__EXERCISE DESCRIPTION__
I need the number of lines in the following entries that hold the word "baselineStored", and no other text.
====
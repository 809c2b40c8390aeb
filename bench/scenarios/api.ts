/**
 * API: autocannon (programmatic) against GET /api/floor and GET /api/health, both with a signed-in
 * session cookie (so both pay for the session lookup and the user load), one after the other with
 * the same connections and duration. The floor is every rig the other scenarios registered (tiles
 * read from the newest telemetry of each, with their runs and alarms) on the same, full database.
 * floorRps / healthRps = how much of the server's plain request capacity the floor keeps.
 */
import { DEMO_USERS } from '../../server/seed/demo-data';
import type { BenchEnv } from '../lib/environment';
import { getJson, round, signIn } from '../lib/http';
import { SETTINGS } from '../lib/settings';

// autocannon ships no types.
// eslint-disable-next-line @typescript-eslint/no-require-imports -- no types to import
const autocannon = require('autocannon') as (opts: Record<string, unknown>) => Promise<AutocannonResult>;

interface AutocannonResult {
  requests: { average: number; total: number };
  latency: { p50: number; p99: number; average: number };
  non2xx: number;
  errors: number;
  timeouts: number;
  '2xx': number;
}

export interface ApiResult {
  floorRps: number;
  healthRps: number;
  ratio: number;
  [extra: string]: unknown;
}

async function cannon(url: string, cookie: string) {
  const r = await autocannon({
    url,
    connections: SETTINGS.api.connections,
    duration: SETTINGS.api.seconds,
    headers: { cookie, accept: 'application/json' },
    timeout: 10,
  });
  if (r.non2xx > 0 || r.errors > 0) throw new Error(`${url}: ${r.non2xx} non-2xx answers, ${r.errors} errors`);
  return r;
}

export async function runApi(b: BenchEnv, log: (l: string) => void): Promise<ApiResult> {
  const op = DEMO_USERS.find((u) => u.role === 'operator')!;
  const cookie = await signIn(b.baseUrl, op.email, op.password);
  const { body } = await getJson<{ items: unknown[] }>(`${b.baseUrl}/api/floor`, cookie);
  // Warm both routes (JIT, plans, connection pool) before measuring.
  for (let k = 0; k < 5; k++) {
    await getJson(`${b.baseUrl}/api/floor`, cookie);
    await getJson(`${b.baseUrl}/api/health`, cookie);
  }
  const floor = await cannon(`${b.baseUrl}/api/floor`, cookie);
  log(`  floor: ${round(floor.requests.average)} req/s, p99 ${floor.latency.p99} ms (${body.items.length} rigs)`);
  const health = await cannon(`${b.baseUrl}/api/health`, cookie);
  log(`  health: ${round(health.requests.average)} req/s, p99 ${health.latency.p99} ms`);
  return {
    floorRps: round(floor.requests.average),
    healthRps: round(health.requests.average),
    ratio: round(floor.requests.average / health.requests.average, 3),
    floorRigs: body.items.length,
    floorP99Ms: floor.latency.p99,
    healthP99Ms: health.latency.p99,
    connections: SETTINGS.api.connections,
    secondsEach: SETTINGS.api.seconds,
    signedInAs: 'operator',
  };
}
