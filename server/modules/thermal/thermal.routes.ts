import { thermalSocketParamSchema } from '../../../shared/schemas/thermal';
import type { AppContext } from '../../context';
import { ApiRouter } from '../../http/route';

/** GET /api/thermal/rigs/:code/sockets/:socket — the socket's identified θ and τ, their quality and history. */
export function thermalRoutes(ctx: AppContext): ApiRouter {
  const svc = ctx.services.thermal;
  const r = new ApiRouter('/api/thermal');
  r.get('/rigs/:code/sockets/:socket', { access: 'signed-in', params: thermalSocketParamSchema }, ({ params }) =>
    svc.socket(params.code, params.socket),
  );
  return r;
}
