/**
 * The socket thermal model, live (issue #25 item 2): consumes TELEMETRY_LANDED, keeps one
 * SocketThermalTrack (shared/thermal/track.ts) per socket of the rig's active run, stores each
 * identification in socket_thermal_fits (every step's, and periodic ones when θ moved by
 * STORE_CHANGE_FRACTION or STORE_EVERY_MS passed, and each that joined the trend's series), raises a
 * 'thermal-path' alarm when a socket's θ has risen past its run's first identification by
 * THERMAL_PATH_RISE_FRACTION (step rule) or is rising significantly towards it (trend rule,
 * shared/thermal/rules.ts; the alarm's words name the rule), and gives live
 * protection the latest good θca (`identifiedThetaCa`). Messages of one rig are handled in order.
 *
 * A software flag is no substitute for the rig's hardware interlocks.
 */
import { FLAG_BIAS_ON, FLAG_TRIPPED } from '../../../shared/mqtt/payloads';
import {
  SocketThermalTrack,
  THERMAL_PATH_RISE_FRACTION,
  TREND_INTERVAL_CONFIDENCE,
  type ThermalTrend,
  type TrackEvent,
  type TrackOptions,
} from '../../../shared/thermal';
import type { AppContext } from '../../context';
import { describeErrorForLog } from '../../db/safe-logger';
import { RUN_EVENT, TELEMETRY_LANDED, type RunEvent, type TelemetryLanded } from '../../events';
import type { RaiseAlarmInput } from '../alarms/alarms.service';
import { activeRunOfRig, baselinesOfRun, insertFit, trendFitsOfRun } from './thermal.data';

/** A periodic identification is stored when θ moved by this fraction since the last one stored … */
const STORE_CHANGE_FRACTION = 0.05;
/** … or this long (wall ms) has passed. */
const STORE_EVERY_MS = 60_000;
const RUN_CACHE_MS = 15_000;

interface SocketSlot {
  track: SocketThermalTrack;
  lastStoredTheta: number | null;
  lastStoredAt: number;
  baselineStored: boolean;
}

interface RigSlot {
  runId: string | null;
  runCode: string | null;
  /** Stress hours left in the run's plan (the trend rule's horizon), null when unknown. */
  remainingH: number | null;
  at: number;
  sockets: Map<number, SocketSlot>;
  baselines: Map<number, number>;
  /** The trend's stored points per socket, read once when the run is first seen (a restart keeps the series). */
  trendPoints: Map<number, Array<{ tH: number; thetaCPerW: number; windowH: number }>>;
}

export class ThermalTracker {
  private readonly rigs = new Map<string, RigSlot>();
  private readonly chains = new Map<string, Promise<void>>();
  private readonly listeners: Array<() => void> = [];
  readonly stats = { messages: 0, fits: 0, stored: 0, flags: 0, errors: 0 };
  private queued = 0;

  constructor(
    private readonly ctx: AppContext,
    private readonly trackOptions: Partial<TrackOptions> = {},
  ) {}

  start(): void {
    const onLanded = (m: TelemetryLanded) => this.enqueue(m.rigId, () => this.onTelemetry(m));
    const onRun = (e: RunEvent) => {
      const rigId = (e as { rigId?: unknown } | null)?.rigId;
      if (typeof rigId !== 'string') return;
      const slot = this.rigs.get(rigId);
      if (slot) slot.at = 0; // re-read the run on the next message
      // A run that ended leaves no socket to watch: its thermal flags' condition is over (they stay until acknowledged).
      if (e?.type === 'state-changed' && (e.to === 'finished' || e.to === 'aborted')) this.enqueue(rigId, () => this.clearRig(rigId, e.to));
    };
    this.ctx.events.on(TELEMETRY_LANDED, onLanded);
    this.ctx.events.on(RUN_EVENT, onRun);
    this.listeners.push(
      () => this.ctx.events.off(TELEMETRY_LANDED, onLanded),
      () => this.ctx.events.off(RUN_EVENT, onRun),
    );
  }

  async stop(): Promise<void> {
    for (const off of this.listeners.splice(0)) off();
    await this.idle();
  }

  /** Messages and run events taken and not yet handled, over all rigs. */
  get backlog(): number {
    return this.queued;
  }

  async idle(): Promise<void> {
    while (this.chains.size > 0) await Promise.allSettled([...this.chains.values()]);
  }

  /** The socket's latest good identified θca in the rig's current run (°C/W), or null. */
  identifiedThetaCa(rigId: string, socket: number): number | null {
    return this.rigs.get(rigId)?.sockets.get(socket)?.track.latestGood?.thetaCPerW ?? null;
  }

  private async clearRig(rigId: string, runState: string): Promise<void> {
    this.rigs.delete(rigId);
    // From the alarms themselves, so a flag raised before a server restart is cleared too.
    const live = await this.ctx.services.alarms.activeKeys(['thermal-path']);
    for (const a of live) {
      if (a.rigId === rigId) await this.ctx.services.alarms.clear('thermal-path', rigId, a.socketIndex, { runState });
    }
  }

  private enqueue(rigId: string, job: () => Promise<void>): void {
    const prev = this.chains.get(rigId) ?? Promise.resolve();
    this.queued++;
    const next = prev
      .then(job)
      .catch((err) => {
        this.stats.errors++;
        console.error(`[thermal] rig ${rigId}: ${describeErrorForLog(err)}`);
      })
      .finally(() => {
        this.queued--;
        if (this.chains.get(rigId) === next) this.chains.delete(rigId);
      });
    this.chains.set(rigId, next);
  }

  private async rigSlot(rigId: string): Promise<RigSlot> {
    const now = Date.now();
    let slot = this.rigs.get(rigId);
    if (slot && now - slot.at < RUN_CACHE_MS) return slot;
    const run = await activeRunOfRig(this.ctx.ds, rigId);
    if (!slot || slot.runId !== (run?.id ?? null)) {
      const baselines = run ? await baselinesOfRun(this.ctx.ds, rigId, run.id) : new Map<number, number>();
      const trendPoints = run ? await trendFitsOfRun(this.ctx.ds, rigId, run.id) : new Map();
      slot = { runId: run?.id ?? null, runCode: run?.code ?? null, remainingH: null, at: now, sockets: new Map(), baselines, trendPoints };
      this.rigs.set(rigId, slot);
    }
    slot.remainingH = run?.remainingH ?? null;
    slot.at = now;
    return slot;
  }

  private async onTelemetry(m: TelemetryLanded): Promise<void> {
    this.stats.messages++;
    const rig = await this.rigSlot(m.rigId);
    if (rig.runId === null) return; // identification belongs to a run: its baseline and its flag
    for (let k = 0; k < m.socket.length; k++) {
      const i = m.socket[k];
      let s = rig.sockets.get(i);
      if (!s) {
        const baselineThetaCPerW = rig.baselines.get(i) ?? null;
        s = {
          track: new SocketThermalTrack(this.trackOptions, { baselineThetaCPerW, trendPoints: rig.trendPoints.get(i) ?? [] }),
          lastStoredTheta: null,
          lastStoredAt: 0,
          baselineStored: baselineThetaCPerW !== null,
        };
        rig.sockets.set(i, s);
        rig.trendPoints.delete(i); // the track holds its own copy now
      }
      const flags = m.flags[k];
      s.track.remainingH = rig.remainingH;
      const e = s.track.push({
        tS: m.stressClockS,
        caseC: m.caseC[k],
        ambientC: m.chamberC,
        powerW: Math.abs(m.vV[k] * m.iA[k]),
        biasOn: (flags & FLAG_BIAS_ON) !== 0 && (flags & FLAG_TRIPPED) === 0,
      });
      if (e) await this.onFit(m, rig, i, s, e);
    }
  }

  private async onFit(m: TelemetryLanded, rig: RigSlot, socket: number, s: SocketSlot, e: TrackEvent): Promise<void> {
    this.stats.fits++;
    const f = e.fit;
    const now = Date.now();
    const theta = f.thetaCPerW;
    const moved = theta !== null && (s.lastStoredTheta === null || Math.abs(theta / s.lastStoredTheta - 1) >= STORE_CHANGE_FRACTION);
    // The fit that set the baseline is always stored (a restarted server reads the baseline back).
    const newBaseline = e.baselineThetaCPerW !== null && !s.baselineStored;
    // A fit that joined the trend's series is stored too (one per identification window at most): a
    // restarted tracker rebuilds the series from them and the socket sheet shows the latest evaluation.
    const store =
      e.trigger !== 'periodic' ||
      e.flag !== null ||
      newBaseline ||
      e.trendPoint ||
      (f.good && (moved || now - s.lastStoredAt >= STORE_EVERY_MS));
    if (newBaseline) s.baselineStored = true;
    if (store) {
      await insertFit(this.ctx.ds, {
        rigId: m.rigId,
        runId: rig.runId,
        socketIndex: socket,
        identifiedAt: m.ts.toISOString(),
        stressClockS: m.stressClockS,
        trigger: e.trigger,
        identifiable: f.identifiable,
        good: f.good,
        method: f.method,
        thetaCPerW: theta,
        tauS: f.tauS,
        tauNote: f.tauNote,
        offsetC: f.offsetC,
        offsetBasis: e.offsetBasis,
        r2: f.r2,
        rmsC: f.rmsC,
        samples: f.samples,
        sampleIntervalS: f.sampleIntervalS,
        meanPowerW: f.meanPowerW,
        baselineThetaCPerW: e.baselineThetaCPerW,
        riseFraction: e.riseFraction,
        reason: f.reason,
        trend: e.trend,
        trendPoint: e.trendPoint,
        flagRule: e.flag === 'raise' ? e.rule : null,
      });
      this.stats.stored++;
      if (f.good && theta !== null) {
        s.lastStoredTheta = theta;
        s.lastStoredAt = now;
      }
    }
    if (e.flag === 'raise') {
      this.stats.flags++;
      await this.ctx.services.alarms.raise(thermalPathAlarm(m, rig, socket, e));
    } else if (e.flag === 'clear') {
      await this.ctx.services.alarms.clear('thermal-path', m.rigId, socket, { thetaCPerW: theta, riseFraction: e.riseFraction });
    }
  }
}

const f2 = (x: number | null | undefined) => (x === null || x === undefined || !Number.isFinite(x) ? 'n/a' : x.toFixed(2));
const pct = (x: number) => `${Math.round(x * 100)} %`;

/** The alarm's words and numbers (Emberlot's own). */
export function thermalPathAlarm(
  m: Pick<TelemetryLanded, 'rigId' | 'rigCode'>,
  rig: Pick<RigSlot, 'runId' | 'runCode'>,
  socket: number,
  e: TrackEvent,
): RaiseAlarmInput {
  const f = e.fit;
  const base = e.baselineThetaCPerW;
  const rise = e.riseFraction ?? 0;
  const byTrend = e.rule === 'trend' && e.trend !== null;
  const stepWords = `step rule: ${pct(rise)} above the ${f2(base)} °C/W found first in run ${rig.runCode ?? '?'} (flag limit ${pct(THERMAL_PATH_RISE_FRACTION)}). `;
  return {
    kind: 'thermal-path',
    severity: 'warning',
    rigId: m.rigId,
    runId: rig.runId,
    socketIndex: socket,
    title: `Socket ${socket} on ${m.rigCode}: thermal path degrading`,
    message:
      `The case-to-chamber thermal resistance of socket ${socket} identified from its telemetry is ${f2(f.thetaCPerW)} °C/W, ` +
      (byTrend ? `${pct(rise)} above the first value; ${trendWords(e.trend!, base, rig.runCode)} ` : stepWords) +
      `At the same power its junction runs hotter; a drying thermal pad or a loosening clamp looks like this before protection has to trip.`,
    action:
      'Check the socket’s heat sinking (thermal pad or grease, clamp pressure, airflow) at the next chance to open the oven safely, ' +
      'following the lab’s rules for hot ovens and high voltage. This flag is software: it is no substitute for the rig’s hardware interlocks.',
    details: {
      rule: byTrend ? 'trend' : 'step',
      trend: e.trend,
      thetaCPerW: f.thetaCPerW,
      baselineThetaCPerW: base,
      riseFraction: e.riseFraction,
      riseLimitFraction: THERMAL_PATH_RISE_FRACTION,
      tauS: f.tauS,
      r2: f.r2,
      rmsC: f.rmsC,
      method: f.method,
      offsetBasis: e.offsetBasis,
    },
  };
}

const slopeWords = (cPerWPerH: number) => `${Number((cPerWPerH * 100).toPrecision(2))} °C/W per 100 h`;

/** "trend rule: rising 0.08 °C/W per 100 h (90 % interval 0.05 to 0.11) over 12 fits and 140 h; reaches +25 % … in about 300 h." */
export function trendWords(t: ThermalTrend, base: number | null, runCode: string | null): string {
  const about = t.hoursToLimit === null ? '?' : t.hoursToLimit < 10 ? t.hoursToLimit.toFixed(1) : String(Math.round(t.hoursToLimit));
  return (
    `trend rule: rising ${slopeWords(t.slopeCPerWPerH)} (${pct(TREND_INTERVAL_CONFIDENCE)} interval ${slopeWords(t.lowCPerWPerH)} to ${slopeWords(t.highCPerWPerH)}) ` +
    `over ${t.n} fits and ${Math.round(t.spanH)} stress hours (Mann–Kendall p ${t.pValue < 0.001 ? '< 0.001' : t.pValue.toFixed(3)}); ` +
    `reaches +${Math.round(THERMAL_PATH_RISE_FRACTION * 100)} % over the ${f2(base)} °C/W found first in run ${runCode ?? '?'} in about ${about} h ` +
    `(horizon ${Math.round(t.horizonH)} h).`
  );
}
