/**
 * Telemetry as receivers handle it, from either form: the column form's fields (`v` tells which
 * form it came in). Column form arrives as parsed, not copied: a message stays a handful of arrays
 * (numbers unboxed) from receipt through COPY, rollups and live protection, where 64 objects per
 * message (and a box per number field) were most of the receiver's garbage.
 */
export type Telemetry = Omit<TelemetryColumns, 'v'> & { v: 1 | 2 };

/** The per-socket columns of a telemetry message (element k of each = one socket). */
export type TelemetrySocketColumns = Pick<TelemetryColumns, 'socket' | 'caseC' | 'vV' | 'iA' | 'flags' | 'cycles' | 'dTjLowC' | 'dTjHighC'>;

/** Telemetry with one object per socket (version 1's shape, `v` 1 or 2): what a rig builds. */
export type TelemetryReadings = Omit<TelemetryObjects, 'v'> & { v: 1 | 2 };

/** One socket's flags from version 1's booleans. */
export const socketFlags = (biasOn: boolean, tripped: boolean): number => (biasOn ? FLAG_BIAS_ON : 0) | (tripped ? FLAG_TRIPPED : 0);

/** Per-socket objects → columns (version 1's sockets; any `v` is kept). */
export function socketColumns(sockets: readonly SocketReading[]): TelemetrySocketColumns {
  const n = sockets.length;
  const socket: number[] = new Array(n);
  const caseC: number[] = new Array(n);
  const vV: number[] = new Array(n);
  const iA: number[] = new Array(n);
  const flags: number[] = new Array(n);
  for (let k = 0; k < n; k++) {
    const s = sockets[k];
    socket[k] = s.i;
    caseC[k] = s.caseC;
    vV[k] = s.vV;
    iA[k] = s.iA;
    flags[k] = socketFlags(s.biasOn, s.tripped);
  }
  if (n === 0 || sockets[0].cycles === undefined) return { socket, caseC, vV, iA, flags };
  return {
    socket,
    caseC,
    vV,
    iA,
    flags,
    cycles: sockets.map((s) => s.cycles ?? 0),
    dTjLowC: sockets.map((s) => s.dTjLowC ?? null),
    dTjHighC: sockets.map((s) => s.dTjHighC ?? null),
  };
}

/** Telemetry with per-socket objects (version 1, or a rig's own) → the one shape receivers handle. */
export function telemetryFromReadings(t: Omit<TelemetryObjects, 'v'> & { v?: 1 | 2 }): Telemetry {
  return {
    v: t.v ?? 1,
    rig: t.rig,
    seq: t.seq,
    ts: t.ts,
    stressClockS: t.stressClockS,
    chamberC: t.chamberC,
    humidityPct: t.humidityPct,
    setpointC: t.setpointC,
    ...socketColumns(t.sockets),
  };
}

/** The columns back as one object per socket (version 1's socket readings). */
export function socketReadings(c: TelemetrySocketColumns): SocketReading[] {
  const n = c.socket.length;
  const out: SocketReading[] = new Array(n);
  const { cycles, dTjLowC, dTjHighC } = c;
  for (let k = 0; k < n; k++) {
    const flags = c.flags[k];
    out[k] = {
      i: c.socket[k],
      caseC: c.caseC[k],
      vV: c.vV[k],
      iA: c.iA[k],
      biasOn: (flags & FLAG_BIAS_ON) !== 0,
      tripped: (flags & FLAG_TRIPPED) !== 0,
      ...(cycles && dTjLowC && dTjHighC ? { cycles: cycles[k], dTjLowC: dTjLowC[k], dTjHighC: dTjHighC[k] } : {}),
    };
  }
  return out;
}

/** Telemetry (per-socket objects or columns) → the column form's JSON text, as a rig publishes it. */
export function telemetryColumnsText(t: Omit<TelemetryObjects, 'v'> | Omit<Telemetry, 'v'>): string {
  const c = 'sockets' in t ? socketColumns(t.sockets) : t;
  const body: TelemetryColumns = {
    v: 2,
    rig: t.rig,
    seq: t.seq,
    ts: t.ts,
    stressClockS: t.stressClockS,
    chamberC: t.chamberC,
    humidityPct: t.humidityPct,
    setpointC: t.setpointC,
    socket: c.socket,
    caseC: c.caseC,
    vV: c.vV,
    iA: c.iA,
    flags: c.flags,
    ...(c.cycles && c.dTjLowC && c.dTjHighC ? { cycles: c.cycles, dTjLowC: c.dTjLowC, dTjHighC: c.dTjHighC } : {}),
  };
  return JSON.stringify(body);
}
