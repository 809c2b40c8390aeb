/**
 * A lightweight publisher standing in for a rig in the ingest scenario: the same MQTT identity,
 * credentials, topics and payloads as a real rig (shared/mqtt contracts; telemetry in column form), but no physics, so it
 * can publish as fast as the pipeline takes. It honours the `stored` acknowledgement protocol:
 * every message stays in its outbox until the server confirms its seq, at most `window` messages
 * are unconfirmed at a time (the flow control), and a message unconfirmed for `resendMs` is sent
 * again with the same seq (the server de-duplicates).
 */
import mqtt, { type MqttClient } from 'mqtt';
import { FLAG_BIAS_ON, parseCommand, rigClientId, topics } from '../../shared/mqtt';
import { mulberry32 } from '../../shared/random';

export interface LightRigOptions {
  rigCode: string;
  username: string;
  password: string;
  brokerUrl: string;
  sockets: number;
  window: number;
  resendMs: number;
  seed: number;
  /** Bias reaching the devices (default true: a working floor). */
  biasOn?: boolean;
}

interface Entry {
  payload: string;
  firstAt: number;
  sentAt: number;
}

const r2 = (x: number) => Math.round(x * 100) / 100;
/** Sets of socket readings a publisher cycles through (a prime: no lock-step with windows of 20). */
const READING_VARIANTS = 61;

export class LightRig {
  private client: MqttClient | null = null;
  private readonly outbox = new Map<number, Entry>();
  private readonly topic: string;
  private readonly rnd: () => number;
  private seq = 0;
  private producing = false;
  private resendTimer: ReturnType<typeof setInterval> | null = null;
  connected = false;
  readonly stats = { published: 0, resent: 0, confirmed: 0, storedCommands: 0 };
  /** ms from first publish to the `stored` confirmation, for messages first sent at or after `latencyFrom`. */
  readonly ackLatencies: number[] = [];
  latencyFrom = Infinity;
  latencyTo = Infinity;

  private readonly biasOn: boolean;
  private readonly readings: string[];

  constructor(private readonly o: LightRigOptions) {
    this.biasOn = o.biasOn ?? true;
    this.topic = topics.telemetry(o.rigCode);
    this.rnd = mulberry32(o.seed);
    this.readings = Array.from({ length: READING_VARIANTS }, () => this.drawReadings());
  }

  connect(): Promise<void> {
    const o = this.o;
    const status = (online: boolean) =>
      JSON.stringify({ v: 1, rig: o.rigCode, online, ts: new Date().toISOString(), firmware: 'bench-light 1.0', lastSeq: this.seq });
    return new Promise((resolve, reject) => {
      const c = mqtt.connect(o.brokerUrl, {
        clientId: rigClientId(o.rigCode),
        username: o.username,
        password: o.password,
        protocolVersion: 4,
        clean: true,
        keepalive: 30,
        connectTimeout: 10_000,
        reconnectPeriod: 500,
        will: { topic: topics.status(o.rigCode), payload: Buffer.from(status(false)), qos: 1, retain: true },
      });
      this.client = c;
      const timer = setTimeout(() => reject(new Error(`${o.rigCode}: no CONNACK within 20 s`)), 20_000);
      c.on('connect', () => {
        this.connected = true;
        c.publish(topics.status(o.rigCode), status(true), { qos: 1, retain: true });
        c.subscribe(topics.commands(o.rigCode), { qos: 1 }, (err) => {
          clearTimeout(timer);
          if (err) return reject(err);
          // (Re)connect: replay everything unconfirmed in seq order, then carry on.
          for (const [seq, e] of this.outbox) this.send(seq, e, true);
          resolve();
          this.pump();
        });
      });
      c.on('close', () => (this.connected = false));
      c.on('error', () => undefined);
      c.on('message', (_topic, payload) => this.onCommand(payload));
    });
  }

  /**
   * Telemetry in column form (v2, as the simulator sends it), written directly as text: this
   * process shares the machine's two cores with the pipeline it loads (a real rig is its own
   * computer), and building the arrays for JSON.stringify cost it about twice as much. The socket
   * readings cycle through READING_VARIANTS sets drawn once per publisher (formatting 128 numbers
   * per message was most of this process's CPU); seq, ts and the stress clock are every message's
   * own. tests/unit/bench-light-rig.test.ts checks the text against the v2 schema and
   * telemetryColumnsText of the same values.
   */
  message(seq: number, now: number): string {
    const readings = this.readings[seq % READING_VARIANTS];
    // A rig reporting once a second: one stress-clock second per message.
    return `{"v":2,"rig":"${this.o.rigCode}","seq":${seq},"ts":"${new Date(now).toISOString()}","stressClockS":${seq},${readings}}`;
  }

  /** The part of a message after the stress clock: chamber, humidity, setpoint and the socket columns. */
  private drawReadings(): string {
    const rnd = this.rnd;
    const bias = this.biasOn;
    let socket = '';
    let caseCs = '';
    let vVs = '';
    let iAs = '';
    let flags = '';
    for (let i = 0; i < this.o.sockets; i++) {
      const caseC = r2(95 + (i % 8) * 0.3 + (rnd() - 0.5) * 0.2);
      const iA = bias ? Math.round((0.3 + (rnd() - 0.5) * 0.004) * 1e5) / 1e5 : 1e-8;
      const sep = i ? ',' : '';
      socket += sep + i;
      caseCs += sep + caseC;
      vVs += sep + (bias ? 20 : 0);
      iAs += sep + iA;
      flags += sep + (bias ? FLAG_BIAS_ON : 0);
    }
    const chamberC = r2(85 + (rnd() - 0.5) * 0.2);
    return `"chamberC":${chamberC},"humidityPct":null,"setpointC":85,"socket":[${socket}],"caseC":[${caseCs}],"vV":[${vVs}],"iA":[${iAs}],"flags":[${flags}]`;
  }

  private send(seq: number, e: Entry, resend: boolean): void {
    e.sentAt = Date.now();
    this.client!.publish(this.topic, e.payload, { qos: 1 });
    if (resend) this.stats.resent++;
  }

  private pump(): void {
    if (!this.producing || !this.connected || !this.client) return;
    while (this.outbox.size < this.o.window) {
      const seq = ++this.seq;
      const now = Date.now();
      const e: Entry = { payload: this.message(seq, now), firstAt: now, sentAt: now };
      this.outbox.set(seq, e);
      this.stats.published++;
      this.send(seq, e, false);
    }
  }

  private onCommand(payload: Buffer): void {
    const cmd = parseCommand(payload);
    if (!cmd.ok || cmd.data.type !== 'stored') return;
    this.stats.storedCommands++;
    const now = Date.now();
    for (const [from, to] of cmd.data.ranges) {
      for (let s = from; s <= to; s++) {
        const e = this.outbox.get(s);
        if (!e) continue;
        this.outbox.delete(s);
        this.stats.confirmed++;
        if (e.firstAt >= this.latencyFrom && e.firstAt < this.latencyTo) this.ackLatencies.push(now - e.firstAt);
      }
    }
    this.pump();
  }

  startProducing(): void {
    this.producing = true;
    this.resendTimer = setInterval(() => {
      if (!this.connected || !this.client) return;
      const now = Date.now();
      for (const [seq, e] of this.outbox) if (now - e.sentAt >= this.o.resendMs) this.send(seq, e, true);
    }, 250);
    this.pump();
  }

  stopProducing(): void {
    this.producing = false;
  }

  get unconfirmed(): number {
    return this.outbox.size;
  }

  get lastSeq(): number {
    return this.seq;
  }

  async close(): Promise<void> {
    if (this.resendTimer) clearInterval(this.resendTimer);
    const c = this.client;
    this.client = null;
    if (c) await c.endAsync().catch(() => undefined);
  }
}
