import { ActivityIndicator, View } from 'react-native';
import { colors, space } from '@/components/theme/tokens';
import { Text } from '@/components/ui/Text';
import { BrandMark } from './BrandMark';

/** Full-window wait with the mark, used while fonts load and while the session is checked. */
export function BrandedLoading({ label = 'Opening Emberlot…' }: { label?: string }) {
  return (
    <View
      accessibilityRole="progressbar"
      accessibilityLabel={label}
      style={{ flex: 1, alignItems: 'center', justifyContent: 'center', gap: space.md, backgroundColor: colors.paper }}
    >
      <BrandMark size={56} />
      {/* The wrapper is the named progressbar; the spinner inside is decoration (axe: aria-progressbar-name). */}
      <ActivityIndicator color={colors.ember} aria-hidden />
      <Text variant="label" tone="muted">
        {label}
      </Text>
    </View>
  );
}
====
__ANSWER__
4